Children: Children may be more likely to experience the side effects encountered by using this class of medication for long periods of time (e.g., slowing down of growth, delayed weight gain). The use of this medication by children should be limited to the smallest dose that will be effective. Discuss with your doctor the risks and benefits of the use of this medication by children.

What other drugs could interact with this medication?

There may be an interaction between dexamethasone and any of the following:

  • aldesleukin
  • amphotericin B
  • antacids (aluminum hydroxide, calcium carbonate, magnesium hydroxide) with oral dexamethasone only
  • antidiabetic medications (e.g., glyburide, insulin, metformin, repaglinide, rosiglitazone)
  • anti-HIV medications (e.g., delaviridine, lopinavir, ritonavir)
  • antihypertensive medications (e.g., metoprolol)
  • antipsychotic medications (e.g., haloperidol, quetiapine, acetylsalicylic acid [ASA])
  • aprepitant
  • azole antifungals (e.g., itraconazole, ketoconazole, voriconazole)
  • benzodiazepines (e.g., alprazolam, diazepam)
  • birth control pills
  • calcitriol
  • calcium channel blockers (e.g., diltiazem, nisoldipine, verapamil)
  • carbamazepine
  • caspofungin
  • cholestyramine
  • colestipol
  • cyclosporine
  • dasatinib
  • digoxin
  • diuretics (water pills; e.g., furosemide, hydrochlorothiazide)
  • donepezil
  • echinacea
  • estrogens
  • imatinib
  • isoniazid
  • macrolide antibiotics (e.g., clarithromycin, erythromycin)
  • mitotane
  • muscle relaxants (e.g., atracurium, pancuronium, rocuronium)
  • nefazodone
  • neostigmine
  • nilotinib
  • nonsteroidal anti-inflammatory medications (NSAIDs; e.g., celecoxib, ibuprofen, naproxen)
  • phenobarbital
  • pimecrolimus
  • phenytoin
  • pyridostigmine
  • quinidine
  • quinine
  • quinolone antibiotics (e.g., ciprofloxacin, levofloxacin, norfloxacin)
  • rifabutin
  • rifampin
  • salbutamol
  • sildenafil
  • tacrolimus
  • tadalafil
  • tamoxifen
  • tamsulosin
  • tramadol
  • tuberculosis vaccine (BCG)
  • vaccines (e.g., vaccines for measles, mumps, rubella)
  • vincristine
  • vinblastine
  • warfarin
  • zopiclone

If you are taking any of these medications, speak with your doctor or pharmacist. Depending on your specific circumstances, your doctor may want you to:

  • stop taking one of the medications,
  • change one of the medications to another,
  • change how you are taking one or both of the medications, or
  • leave everything as is.

An interaction between two medications does not always mean that you must stop taking one of them. Speak to your doctor about how any drug interactions are being managed or should be managed.

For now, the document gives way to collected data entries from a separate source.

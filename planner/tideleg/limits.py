"""Limits: what is allowed, what was found, with which margin, in which part, at which instant."""

from __future__ import annotations

from collections.abc import Iterator, Mapping, Sequence
from dataclasses import dataclass
from typing import TYPE_CHECKING, Any, NamedTuple

import numpy as np

from tideleg.errors import InputError

if TYPE_CHECKING:
    import pandas as pd

    from tideleg.plan import LimitsTable
    from tideleg.stage import Stage, StagePart


@dataclass(frozen=True)
class LimitCheck:
    """One limit against what the run found.

    name : such as "junction temperature"
    part : slot name, or "stage", "mission", "link"
    value, limit : found and allowed, both in `unit`
    unit : "degC", "A", "V", "share" or another
    margin : distance to the limit in `unit`, positive where it holds
    used : share of the limit in use [-], 1 at the limit; for temperatures the rise above the coolant over the allowed
        rise; for a limit of zero 1 plus the excess
    time_s, mission : instant at which `value` was met; None where it is no matter of one instant
    holds : value within limit
    """

    name: str
    part: str
    value: float
    limit: float
    unit: str
    margin: float
    used: float
    time_s: float | None
    mission: str | None
    holds: bool


class Seen(NamedTuple):
    """What the limits are checked on.

    steps : frame by mission name
    coolest : lowest coolant temperature of all missions [degC], the foot of temperature shares
    requested_j, curtailed_j : energy of one pass of each mission, magnitudes
    efficiency : of all missions, weighted by passes a year [-]
    rated_leg_current : greatest mean leg current of all missions [A]
    """

    steps: Mapping[str, pd.DataFrame]
    coolest: float
    requested_j: Mapping[str, float]
    curtailed_j: Mapping[str, float]
    efficiency: float
    rated_leg_current: float


def check_limits(limits: LimitsTable, stage: Stage, trip_voltage: float | None, seen: Seen) -> tuple[LimitCheck, ...]:
    """Return every limit that the plan states and the stage can be held against, tightest first.

    A stated limit whose quantity is not modelled gives no check; the caller lists it as not modelled.
    """
    found = [
        *_temperature_checks(limits, stage, seen),
        *_current_checks(limits, stage, seen),
        *_curve_checks(stage, seen),
        *_battery_checks(limits, seen),
        *_voltage_checks(limits, stage, trip_voltage, seen),
        *_mission_checks(limits, seen),
    ]
    return tuple(sorted(found, key=lambda c: -c.used))


def unchecked_limits(limits: LimitsTable, checks: tuple[LimitCheck, ...]) -> tuple[str, ...]:
    """Return one sentence for each stated limit that nothing could be held against."""
    checked = {check.name for check in checks}
    stated = [name for name, value in limits if value is not None]
    words = [name.replace("_", " ") for name in stated]
    return tuple(
        f"limit {word!r} could not be checked: its quantity is not modelled" for word in words if word not in checked
    )


def _deciding(stage: Stage) -> list[StagePart]:
    """Return the parts that a limit looks at: of chips in parallel the one that carries the most."""
    return [part for part in stage.parts if part.decides]


def _temperature_checks(limits: LimitsTable, stage: Stage, seen: Seen) -> Iterator[LimitCheck]:
    by_kind = {
        "switch": ("junction temperature", limits.junction_temperature),
        "diode": ("junction temperature", limits.junction_temperature),
        "inductor": ("inductor temperature", limits.inductor_temperature),
        "transformer": ("inductor temperature", limits.inductor_temperature),
        "capacitor": ("capacitor temperature", limits.capacitor_temperature),
    }
    for part in _deciding(stage):
        name, limit = by_kind.get(part.slot.kind, ("", None))
        if limit is not None and part.slot.name in stage.seated:
            value, time, mission = _greatest(seen, f"{part.slot.name}.temperature_degc")
            if limit <= seen.coolest:
                raise InputError(
                    f"limits.{name.replace(' ', '_')}: {limit:g} degC is not above the coolest coolant"
                    f" ({seen.coolest:g} degC), so no stage can hold it; raise the limit or cool the coolant"
                )
            used = (value - seen.coolest) / (limit - seen.coolest)
            yield _upper(name, part.slot.name, value, limit, "degC", (time, mission), used)


def _current_checks(limits: LimitsTable, stage: Stage, seen: Seen) -> Iterator[LimitCheck]:
    for part in _deciding(stage):
        name = part.slot.name
        if part.slot.kind == "inductor":
            if limits.inductor_peak_current is not None:
                value, *when = _greatest(seen, f"{name}.current_peak_a", f"{name}.current_valley_a")
                yield _upper("inductor peak current", name, value, limits.inductor_peak_current, "A", when)
            saturation = getattr(part.base, "saturation_current", None)
            if saturation is not None:
                value, *when = _greatest(seen, f"{name}.current_peak_a", f"{name}.current_valley_a")
                yield _upper("inductor saturation current", name, value, saturation, "A", when)
            if limits.ripple_ratio is not None and seen.rated_leg_current > 0.0:
                value, *when = _greatest(seen, f"{name}.current_ripple_a")
                yield _upper("ripple ratio", name, value / seen.rated_leg_current, limits.ripple_ratio, "share", when)
        if part.slot.kind == "switch" and limits.switch_current is not None:
            value, *when = _greatest(seen, f"{name}.current_rms_a")
            yield _upper("switch current", name, value, limits.switch_current, "A", when)
        if part.slot.kind == "capacitor":
            limit = getattr(limits, f"{name}_current", None)
            limit = limit if limit is not None else getattr(part.base, "rated_current", None)
            if limit is not None:
                value, *when = _greatest(seen, f"{name}.current_rms_a")
                yield _upper(f"{name.replace('_', ' ')} current", name, value, limit, "A", when)


def _curve_checks(stage: Stage, seen: Seen) -> Iterator[LimitCheck]:
    """Hold each inductor's peak against the end of its curve: beyond it the last inductance holds, unmeasured."""
    for part in stage.parts:
        curve = getattr(part.base, "inductance_curve", None)
        if curve is not None:
            name = part.slot.name
            value, *when = _greatest(seen, f"{name}.current_peak_a", f"{name}.current_valley_a")
            yield _upper("inductance curve, last current", name, value, curve[-1][0], "A", when)


def _battery_checks(limits: LimitsTable, seen: Seen) -> Iterator[LimitCheck]:
    ripple = "battery_ripple.current_rms_a"
    if limits.battery_ripple_current is not None and all(ripple in steps for steps in seen.steps.values()):
        value, *when = _greatest(seen, ripple)
        yield _upper("battery ripple current", "battery", value, limits.battery_ripple_current, "A", when)


def _voltage_checks(limits: LimitsTable, stage: Stage, trip_voltage: float | None, seen: Seen) -> Iterator[LimitCheck]:
    for part in _deciding(stage):
        name = part.slot.name
        rated = getattr(part.base, "rated_voltage", None)
        if part.slot.kind == "switch" and rated is not None and limits.voltage_utilisation is not None:
            value, *when = _greatest(seen, f"{name}.blocked_voltage_v")
            worst = value if trip_voltage is None else _at_trip(value, trip_voltage, seen)
            yield _upper("voltage utilisation", name, worst / rated, limits.voltage_utilisation, "share", when)
        if part.slot.kind == "capacitor":
            port = name.removesuffix("_capacitor")
            limit = getattr(limits, f"{port}_voltage_ripple", None)
            if limit is not None and part.base.capacitance is not None:
                value, *when = _greatest(seen, f"{name}.voltage_ripple_v")
                yield _upper(f"{port} voltage ripple", name, value, limit, "V", when)
            if rated is not None:
                at_port = port in ("battery", "link") and part.slot.in_series == 1
                column = f"{port}_voltage_v" if at_port else f"{name}.voltage_v"
                value, *when = _greatest(seen, column)
                yield _upper("capacitor voltage", name, value, rated, "V", when)
            if rated is not None and limits.capacitor_voltage_utilisation is not None:
                value, *when = _greatest(seen, f"{name}.voltage_share")
                allowed = limits.capacitor_voltage_utilisation
                yield _upper("capacitor voltage utilisation", name, value, allowed, "share", when)


def _at_trip(blocked: float, trip_voltage: float, seen: Seen) -> float:
    """Return the blocked voltage when the link stands at its trip voltage: it grows in proportion [V]."""
    link, *_ = _greatest(seen, "link_voltage_v")
    return blocked * max(trip_voltage / link, 1.0)


def _mission_checks(limits: LimitsTable, seen: Seen) -> Iterator[LimitCheck]:
    allowed = limits.curtailed_energy if limits.curtailed_energy is not None else 0.0
    for mission, requested in seen.requested_j.items():
        share = seen.curtailed_j[mission] / requested if requested > 0.0 else 0.0
        _, time_s, _ = _greatest(Seen({mission: seen.steps[mission]}, *seen[1:]), "curtailed_w")
        when = (time_s if share > 0.0 else None, mission)
        used = share / allowed if allowed > 0.0 else (0.0 if share <= 0.0 else 1.0 + share)
        yield _upper("curtailed energy", "mission", share, allowed, "share", when, used)
    if limits.efficiency is not None:
        value, limit = seen.efficiency, limits.efficiency
        used = (1.0 - value) / (1.0 - limit)
        yield LimitCheck(
            "efficiency", "stage", value, limit, "share", value - limit, used, None, None, bool(value >= limit)
        )


def _greatest(seen: Seen, *columns: str) -> tuple[float, float | None, str | None]:
    """Return (greatest magnitude of the columns over all missions, its time [s], its mission).

    A quantity that never changes has no instant: time and mission are None.
    """
    best: tuple[float, float | None, str | None] = (-np.inf, None, None)
    varies = False
    for mission, steps in seen.steps.items():
        for column in columns:
            values = steps[column].to_numpy()
            magnitude = values if column.endswith("_degc") else np.abs(values)
            row = int(np.argmax(magnitude))
            varies = varies or bool(np.ptp(magnitude) > 0.0) or (len(magnitude) == 1)
            if magnitude[row] > best[0]:
                best = (float(magnitude[row]), float(steps["time_s"].iloc[row]), mission)
    return best if varies else (best[0], None, None)


def _upper(
    name: str, part: str, value: float, limit: float, unit: str, when: Sequence[Any], used: float | None = None
) -> LimitCheck:
    time, mission = when
    share = value / limit if used is None else used
    return LimitCheck(name, part, value, limit, unit, limit - value, share, time, mission, bool(value <= limit))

Medications other than those listed above may interact with this medication. Tell your doctor or prescriber about all prescription, over-the-counter (non-prescription), and herbal medications you are taking. Also tell them about any supplements you take. Since caffeine, alcohol, the nicotine from cigarettes, or street drugs can affect the action of many medications, you should let your prescriber know if you use them.